From the records below, pull each line that has "tables".

Stored items
○ ○ ○ ○ ○ ○ ○

"""Register tables in: vessels, parts, locations, inspections and relief devices, which may refer to each other."""

from __future__ import annotations

import datetime as dt
from collections.abc import Collection, Sequence
from dataclasses import dataclass, field
from pathlib import Path

from fleet.intake import tables, taking
from fleet.intake.block import Block
from fleet.intake.check_items import Checks
from fleet.intake.known import KnownRegister
from fleet.intake.results import Intake
from fleet.intake.taking import FileTaken

Key = tuple[str, ...]


@dataclass
class Load:
    """All rows of one load, by what they name.

    Parameters
    ----------
    known : KnownRegister
        The register on record [-].
    rows : dict
        Table, then key, to the rows that name it: file, block, row [count].
    """

    known: KnownRegister
    rows: dict[str, dict[Key, list[tuple[int, Block, int]]]] = field(default_factory=dict)

    def on_record(self, key: Key) -> bool:
        """Tell whether a vessel or part is on record.

        Parameters
        ----------
        key : tuple of str
            Vessel, or vessel and part [text].

        Returns
        -------
        bool
            Whether it is [-].
        """
        if len(key) == 1:
            return key[0] in self.known.vessels
        return (key[0], key[1]) in self.known.parts

    def in_load(self, key: Key) -> list[tuple[int, Block, int]]:
        """Give the rows of the load that name a vessel or part.

        Parameters
        ----------
        key : tuple of str
            Vessel, or vessel and part [text].

        Returns
        -------
        list
            File, block and row of each [count].
        """
        return self.rows.get("vessels" if len(key) == 1 else "parts", {}).get(key, [])


def read_register(
    paths: Sequence[str | Path],
    *,
    known: KnownRegister,
    today: dt.date,
    rule_sets: Collection[str],
    design_codes: Collection[str],
    park: bool = False,
) -> Intake:
    """Read the files of one load of the register.

    Parameters
    ----------
    paths : sequence of str or Path
        The files; rows may refer to rows of another file or sheet of the load, in any order [text].
    known : KnownRegister
        The register on record [-].
    today : date
        No past event may be dated later [date].
    rule_sets, design_codes : collection of str
        The in-service rule sets and pressure codes that are installed [text].
    park : bool
        Whether faulty rows wait instead of refusing their file [-].

    Returns
    -------
    Intake
        Rows, faults and doubts. A refused file gives no rows, and neither does a file whose rows hang on it [-].

    Raises
    ------
    Refused
        Where a file cannot be opened at all.
    """
    files = [taking.take_in(path, tables.REGISTER_TABLES, known.files) for path in paths]
    load = Load(known)
    for number, file in enumerate(files):
        for block in file.blocks:
            _index(load, number, block)
    _find_duplicates(load)
    checks = Checks(known, today, rule_sets, design_codes, _shapes(load), _in_service(load), _nominals(load))
    for file in files:
        for block in file.blocks:
            checks.check(block)
            _find_parents(load, block)
    refused = _settle(load, files, park=park)
    rows = taking.sort_rows(files, refused, park=park)
    return Intake(
        tables=tuple(rows.tables),
        faults=tuple(fault for file in files for fault in taking.all_faults(file)),
        doubts=tuple(doubt for file in files for doubt in taking.all_doubts(file)),
        files=tuple(file.about(refused=number in refused) for number, file in enumerate(files)),
        parked=tuple(rows.parked),
    )


# -----------------------------------------------------------------------------------------------------------
# What the load itself says
# -----------------------------------------------------------------------------------------------------------
def _keys(block: Block, names: Sequence[str]) -> list[Key]:
    """Give the key of each row; empty where a part of it cannot be read."""
    columns = [
        [str(day) if day else "" for day in block.date(name)]
        if tables.column(block.table, name).kind == "date"
        else block.text(name)
        for name in names
    ]
    return [key if all(key) else () for key in zip(*columns, strict=True)]


def _index(load: Load, file: int, block: Block) -> None:
    by_key = load.rows.setdefault(block.table, {})
    for row, key in enumerate(_keys(block, tables.NAMED_BY[block.table])):
        if key:
            by_key.setdefault(key, []).append((file, block, row))


def _find_duplicates(load: Load) -> None:
    for table, by_key in load.rows.items():
        for key, rows in by_key.items():
            for number, (_, block, row) in enumerate(rows if len(rows) > 1 else ()):
                _, other, other_row = rows[0 if number else 1]
                found = f"{' / '.join(key)} stands also in {other.where(other_row)}"
                block.fault("duplicate row", row, tables.NAMED_BY[table][-1], found)


def _shapes(load: Load) -> dict[Key, str]:
    shapes: dict[Key, str] = {key: part.shape for key, part in load.known.parts.items() if part.shape}
    for key, rows in load.rows.get("parts", {}).items():
        _, block, row = rows[0]
        shapes[key] = block.text("shape")[row] or shapes.get(key, "")
    return shapes


def _in_service(load: Load) -> dict[str, dt.date]:
    days = {tag: one.in_service_on for tag, one in load.known.vessels.items() if one.in_service_on}
    for key, rows in load.rows.get("vessels", {}).items():
        _, block, row = rows[0]
        day = block.date("in_service_on")[row]
        if day is not None:
            days[key[0]] = day
    return days


def _nominals(load: Load) -> dict[Key, tuple[float, float]]:
    """Nominal wall and lining of every part, as the load says or else as is on record."""
    from fleet.intake.doubt_numbers import lining_of

    found: dict[Key, tuple[float, float]] = {
        key: (part.nominal_thickness_mm, lining_of(part)) for key, part in load.known.parts.items()
    }
    for key, rows in load.rows.get("parts", {}).items():
        _, block, row = rows[0]
        lining = float(block.number("lining_thickness")[row])
        is_lined = block.text("lining")[row] not in {"", "none"} and lining > 0
        found[key] = float(block.number("nominal_thickness")[row]), lining if is_lined else 0.0
    return found


# -----------------------------------------------------------------------------------------------------------
# What refers to what
# -----------------------------------------------------------------------------------------------------------
def _parent_names(table: str) -> tuple[str, ...]:
    return {"vessels": (), "locations": ("vessel", "part")}.get(table, ("vessel",))


def _find_parents(load: Load, block: Block) -> None:
    names = _parent_names(block.table)
    searches = 0
    for row, key in enumerate(zip(*(block.text(name) for name in names), strict=True)) if names else ():
        for depth in range(1, len(names) + 1):
            parent = key[:depth]
            if not all(parent):
                break
            if load.on_record(parent) or load.in_load(parent):
                continue
            searches += 1
            name = names[depth - 1]
            of = f" of vessel '{key[0]}'" if depth == 2 else ""
            near = _nearest(load, parent) if searches <= 20 else None
            remedy = f"did you mean '{near}'? Otherwise load the {name} too" if near else None
            block.fault(f"unknown {name}", row, name, f"{name} '{parent[-1]}'{of}", remedy)
            break


def _nearest(load: Load, parent: Key) -> str | None:
    if len(parent) == 1:
        candidates = [*load.known.vessels, *(key[0] for key in load.rows.get("vessels", {}))]
    else:
        keys: list[Key] = [*load.known.parts, *load.rows.get("parts", {})]
        candidates = [key[1] for key in keys if key[0] == parent[0]]
    return tables.nearest(parent[-1], candidates)


def _settle(load: Load, files: list[FileTaken], *, park: bool) -> set[int]:
    """Refuse files, and hold back what hangs on a row that does not load, until nothing changes any more."""
    refused = {number for number, file in enumerate(files) if not file.loaded_as and not file.is_sound()}
    while True:
        changed = False
        for number, file in enumerate(files):
            if number in refused or file.loaded_as:
                continue
            for block in file.blocks:
                changed |= _hold_back(load, block, refused)
            if not park and any(block.row_faults for block in file.blocks):
                refused.add(number)
                changed = True
        if not changed:
            return refused


def _hold_back(load: Load, block: Block, refused: set[int]) -> bool:
    changed = False
    names = _parent_names(block.table)
    keys = list(zip(*(block.text(name) for name in names), strict=True)) if names else []
    for row, key in enumerate(keys):
        if row in block.row_faults:
            continue
        for depth in range(1, len(names) + 1):
            rows = [] if load.on_record(key[:depth]) else load.in_load(key[:depth])
            if rows and all(file in refused or row_ in one.row_faults for file, one, row_ in rows):
                _, parent, parent_row = rows[0]
                name = names[depth - 1]
                found = f"{name} '{key[depth - 1]}' stands only in {parent.where(parent_row)}, which does not load"
                block.fault(f"unknown {name}", row, name, found, "mend that row and load both again")
                changed = True
                break
    return changed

○ ○ ○ ○ ○ ○ ○

OUTPUT FOR THIS TASK
"""Register tables in: vessels, parts, locations, inspections and relief devices, which may refer to each other."""
from fleet.intake import tables, taking
    files = [taking.take_in(path, tables.REGISTER_TABLES, known.files) for path in paths]
        tables=tuple(rows.tables),
        if tables.column(block.table, name).kind == "date"
    for row, key in enumerate(_keys(block, tables.NAMED_BY[block.table])):
                block.fault("duplicate row", row, tables.NAMED_BY[table][-1], found)
    return tables.nearest(parent[-1], candidates)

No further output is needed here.